Hundreds more bottles of French and Argentinian red wine were reported to the police yesterday after being found in an alley in Yen Chow Street, Sham Shui Po.
Several cartons had been opened and bottles were missing.
Last night, a senior police officer said this consignment had in fact been first spotted last week, but not officially reported until yesterday.
'Police will look into whether the two cases are linked or whether police will consolidate their investigations into the two cases,' the officer said.
Kevin Chik Koon-hung, sales manager at the 8th Estate Winery, said one of the brands concerned, the Chilean Cono Sur Merlot from Tocornal was a low-priced product, costing less than HK$150. The other two French brands, Les Doure and Reine Courvil, were not common locally, he said, and were low-priced.

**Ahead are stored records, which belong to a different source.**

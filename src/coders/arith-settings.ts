import { InputError } from '../errors/errors.ts';
import { type AddedCount, AdditiveModel } from '../models/additive-model.ts';
import { BackOffModel } from '../models/back-off-model.ts';
import { LARGEST_TOTAL } from '../models/interval.ts';
import type { Unseen } from '../models/static-table.ts';
import type { AdaptiveModel } from '../models/symbol-model.ts';
import type { RangeBits } from '../stages/range-precision.ts';
import type { Declaration, Setup } from './contract.ts';
import { type ParameterValues, parseRational } from './parameters.ts';

/** Largest alphabet under `learned` for additive counts. */
const LARGEST_ADDITIVE_LEARNED = 4096;

export const arithDeclaration: Declaration = {
  name: 'arith',
  summary:
    'Arithmetic coding of each symbol in its order-k context: adaptive with back-off, or static tables.',
  parameters: [
    {
      key: 'order',
      kind: 'integer',
      min: 0,
      max: 8,
      summary: 'symbols before that are the context',
    },
    {
      key: 'position',
      kind: 'integer',
      min: 1,
      max: 65_536,
      standard: 1,
      summary:
        'record length N: contexts also know the index in the message modulo N, kept when backing off; 1: they do not',
    },
    {
      key: 'backoff',
      kind: 'word',
      words: ['c', 'none'],
      standard: 'c',
      summary:
        'learned, primed: escape to lower orders by method C with exclusion, or additive counts of order k alone',
    },
    {
      key: 'counts',
      kind: 'word',
      words: ['kt', 'laplace', 'add:X'],
      standard: 'kt',
      summary: 'with backoff=none: what is added to every count (kt 1/2, laplace 1)',
    },
    {
      key: 'halve_at',
      kind: 'integer',
      min: 16,
      max: LARGEST_TOTAL,
      optional: true,
      summary:
        'learned, primed: total at which a context is halved; with back-off 2^13 or 32 m, else 2^22 (2^16 with range=32)',
    },
    {
      key: 'total_bits',
      kind: 'integer',
      min: 3,
      max: 22,
      optional: true,
      summary:
        'shipped, sent: frequencies add up to 2^total_bits; 14, or ⌈log2 m⌉ + 2 where that is more',
    },
    {
      key: 'unseen',
      kind: 'word',
      words: ['escape', 'add:X'],
      standard: 'escape',
      summary: 'shipped: symbols never trained escape to lower orders, or every symbol gets X more',
    },
    {
      key: 'range',
      kind: 'word',
      words: ['48', '32'],
      standard: '48',
      summary: 'bits of the coding interval: 48 loses nothing, 32 fits small devices',
    },
  ],
  policies: ['shipped', 'sent', 'learned', 'primed'],
  resets: ['message', 'file', 'never'],
  needsWholeMessage: false,
  reference: false,
  maxAlphabetSize: 65_536,
  worstCase: 'learned: about (k + 2) · 22 bits a symbol and 2 bits a message beside the tables',
  memory:
    'about 25 bytes a context met and 4 to 8 a further symbol of it, at most 900 MiB; learned and primed also 33 bytes a symbol of the alphabet for each position met; sent with reset message: the message too',
  source:
    'G. N. N. Martin 1979; A. Moffat 1990 (method C); R. Krichevsky, V. Trofimov 1981; J. G. Cleary, I. H. Witten 1984',
};

/** A candidate's parameters, and the choices that follow from them for an alphabet. */
export class ArithSettings {
  readonly order: number;
  /** N: contexts know the position modulo N. */
  readonly positions: number;
  readonly rangeBits: RangeBits;
  readonly unseen: Unseen;
  /** Undefined: back-off. */
  readonly added: AddedCount | undefined;
  readonly #halveAt: number | undefined;
  readonly #totalBits: number | undefined;

  /** Throws InputError where parameters contradict one another. */
  constructor(values: ParameterValues) {
    this.order = Number(values['order']);
    this.positions = Number(values['position']);
    this.rangeBits = values['range'] === '32' ? 32 : 48;
    if (values['backoff'] === 'c' && values['counts'] !== 'kt') {
      throw new InputError('arith: counts= means nothing with back-off', {
        coder: 'arith',
        key: 'counts',
        advice: 'Add backoff=none for additive counts, or leave counts= out.',
      });
    }
    this.added = values['backoff'] === 'none' ? addedCountOf(String(values['counts'])) : undefined;
    const unseen = String(values['unseen']);
    this.unseen = unseen === 'escape' ? 'escape' : { add: addedCountOf(unseen) };
    this.#halveAt = values['halve_at'] as number | undefined;
    this.#totalBits = values['total_bits'] as number | undefined;
  }

  /** log2 of the total of static frequencies. */
  totalBits(alphabetSize: number): number {
    return this.#totalBits ?? Math.max(14, leastTotalBits(alphabetSize));
  }

  /**
   * Total at which a context's counts are halved. Additive counts keep all they can by default, so that they are the
   * estimator they are named after; a range of 32 bits is spared the hundredths of a bit that large totals would cost it.
   * Back-off forgets by default: against 2^22, 2^13 cost at most 0.3 % and gained up to 4 % on four files at orders 0, 1, 2 and 4.
   */
  halveAt(alphabetSize: number): number {
    if (this.#halveAt !== undefined) return this.#halveAt;
    if (this.added === undefined)
      return Math.min(LARGEST_TOTAL, Math.max(2 ** 13, 32 * alphabetSize));
    if (this.rangeBits === 48) return LARGEST_TOTAL;
    const { p, q } = this.added;
    return Math.min(LARGEST_TOTAL, Math.max(2 ** 16, 2 * (p * alphabetSize + 2 * q)));
  }

  /** A model that has learned nothing. */
  newModel(alphabetSize: number): AdaptiveModel {
    const halveAt = this.halveAt(alphabetSize);
    return this.added === undefined
      ? new BackOffModel(alphabetSize, this.order, halveAt, this.positions)
      : new AdditiveModel(alphabetSize, this.order, this.added, halveAt, this.positions);
  }

  /** Throws InputError when the setup cannot work with these parameters. */
  check(setup: Setup): void {
    const { alphabetSize, policy } = setup;
    if (alphabetSize > arithDeclaration.maxAlphabetSize) {
      this.#refuse('alphabet', `at most ${arithDeclaration.maxAlphabetSize} symbols`, alphabetSize);
    }
    if (policy === 'shipped' || policy === 'sent') {
      const least = leastTotalBits(alphabetSize);
      if (this.totalBits(alphabetSize) < least) {
        this.#refuse(
          'total_bits',
          `at least ${least} for an alphabet of ${alphabetSize}, so that every symbol keeps a frequency`,
          this.totalBits(alphabetSize),
        );
      }
      return;
    }
    if (policy === 'none') this.#refuse('tables', arithDeclaration.policies.join(', '), policy);
    const halveAt = this.halveAt(alphabetSize);
    if (this.added === undefined) {
      if (halveAt < 3 * alphabetSize) {
        this.#refuse('halve_at', `at least 3 · ${alphabetSize}, three times the alphabet`, halveAt);
      }
      return;
    }
    if (policy === 'learned' && alphabetSize > LARGEST_ADDITIVE_LEARNED) {
      throw new InputError(
        `arith: additive counts that start from nothing are no use for ${alphabetSize} symbols: what is added to symbols never met outweighs all that a context can learn`,
        {
          coder: 'arith',
          key: 'backoff',
          expected: `at most ${LARGEST_ADDITIVE_LEARNED} symbols under learned`,
          got: String(alphabetSize),
          advice: 'Leave backoff=none out, or use it under primed.',
        },
      );
    }
    const { p, q } = this.added;
    if (p * alphabetSize + 2 * q > halveAt) {
      this.#refuse(
        'halve_at',
        `at least ${p * alphabetSize + 2 * q}: counts enter as ${q}·c + ${p}, for ${alphabetSize} symbols`,
        halveAt,
      );
    }
  }

  #refuse(key: string, expected: string, got: number | string): never {
    throw new InputError(`arith: the value of ${key} does not fit these symbols`, {
      coder: 'arith',
      key,
      expected,
      got: String(got),
    });
  }
}

/** Room for every symbol, an escape, and some precision above. */
function leastTotalBits(alphabetSize: number): number {
  return 2 + (alphabetSize === 1 ? 0 : 32 - Math.clz32(alphabetSize - 1));
}

function addedCountOf(word: string): AddedCount {
  if (word === 'kt') return { p: 1, q: 2 };
  if (word === 'laplace') return { p: 1, q: 1 };
  return parseRational(word.slice('add:'.length))!;
}
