import { CorruptStreamError } from '../errors/errors.ts';
import type { SymbolArray } from '../symbols/sequence.ts';

/** Bytes that a general-purpose coder sees of one symbol: 1 up to 256 symbols, 2 up to 65 536, 4 above. */
export function bytesPerSymbol(alphabetSize: number): 1 | 2 | 4 {
  if (alphabetSize <= 0x100) return 1;
  return alphabetSize <= 0x10000 ? 2 : 4;
}

/**
 * `symbols[from … to − 1]` as bytes, little endian on every machine. The result may share memory with `symbols`.
 * @param width  from {@link bytesPerSymbol}
 */
export function symbolsToBytes(
  symbols: SymbolArray,
  from: number,
  to: number,
  width: 1 | 2 | 4,
): Uint8Array {
  if (width === 1 && symbols instanceof Uint8Array) return symbols.subarray(from, to);
  const bytes = new Uint8Array((to - from) * width);
  let at = 0;
  for (let i = from; i < to; i++) {
    const symbol = symbols[i];
    for (let byte = 0; byte < width; byte++) bytes[at++] = (symbol >>> (8 * byte)) & 0xff;
  }
  return bytes;
}

/**
 * Writes the symbols that `bytes` stand for into `symbols` from index `at` on.
 * @throws CorruptStreamError when a symbol is outside the alphabet; `bytes.length` must be a multiple of `width`
 */
export function bytesToSymbols(
  bytes: Uint8Array,
  width: 1 | 2 | 4,
  alphabetSize: number,
  symbols: SymbolArray,
  at: number,
): void {
  const count = bytes.length / width;
  for (let i = 0; i < count; i++) {
    let symbol = 0;
    for (let byte = width - 1; byte >= 0; byte--) symbol = symbol * 256 + bytes[i * width + byte];
    if (symbol >= alphabetSize) {
      throw new CorruptStreamError('a decoded symbol is outside the alphabet', {
        symbolIndex: at + i,
        expected: `below ${alphabetSize}`,
        got: String(symbol),
      });
    }
    symbols[at + i] = symbol;
  }
}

Chik said it was difficult to speculate on the reasons behind the abandoned wine. He said the wine may have come from traders dispirited by business difficulties who just wanted to get rid of their stocks.
The Hong Kong Wine Merchants' Chamber of Commerce said the bottles could belong to stock surpluses which could not be sold and had been abandoned by traders.
A veteran customs officer said counterfeiters would normally produce wine purporting to be high-end popular brands, not cheap ones.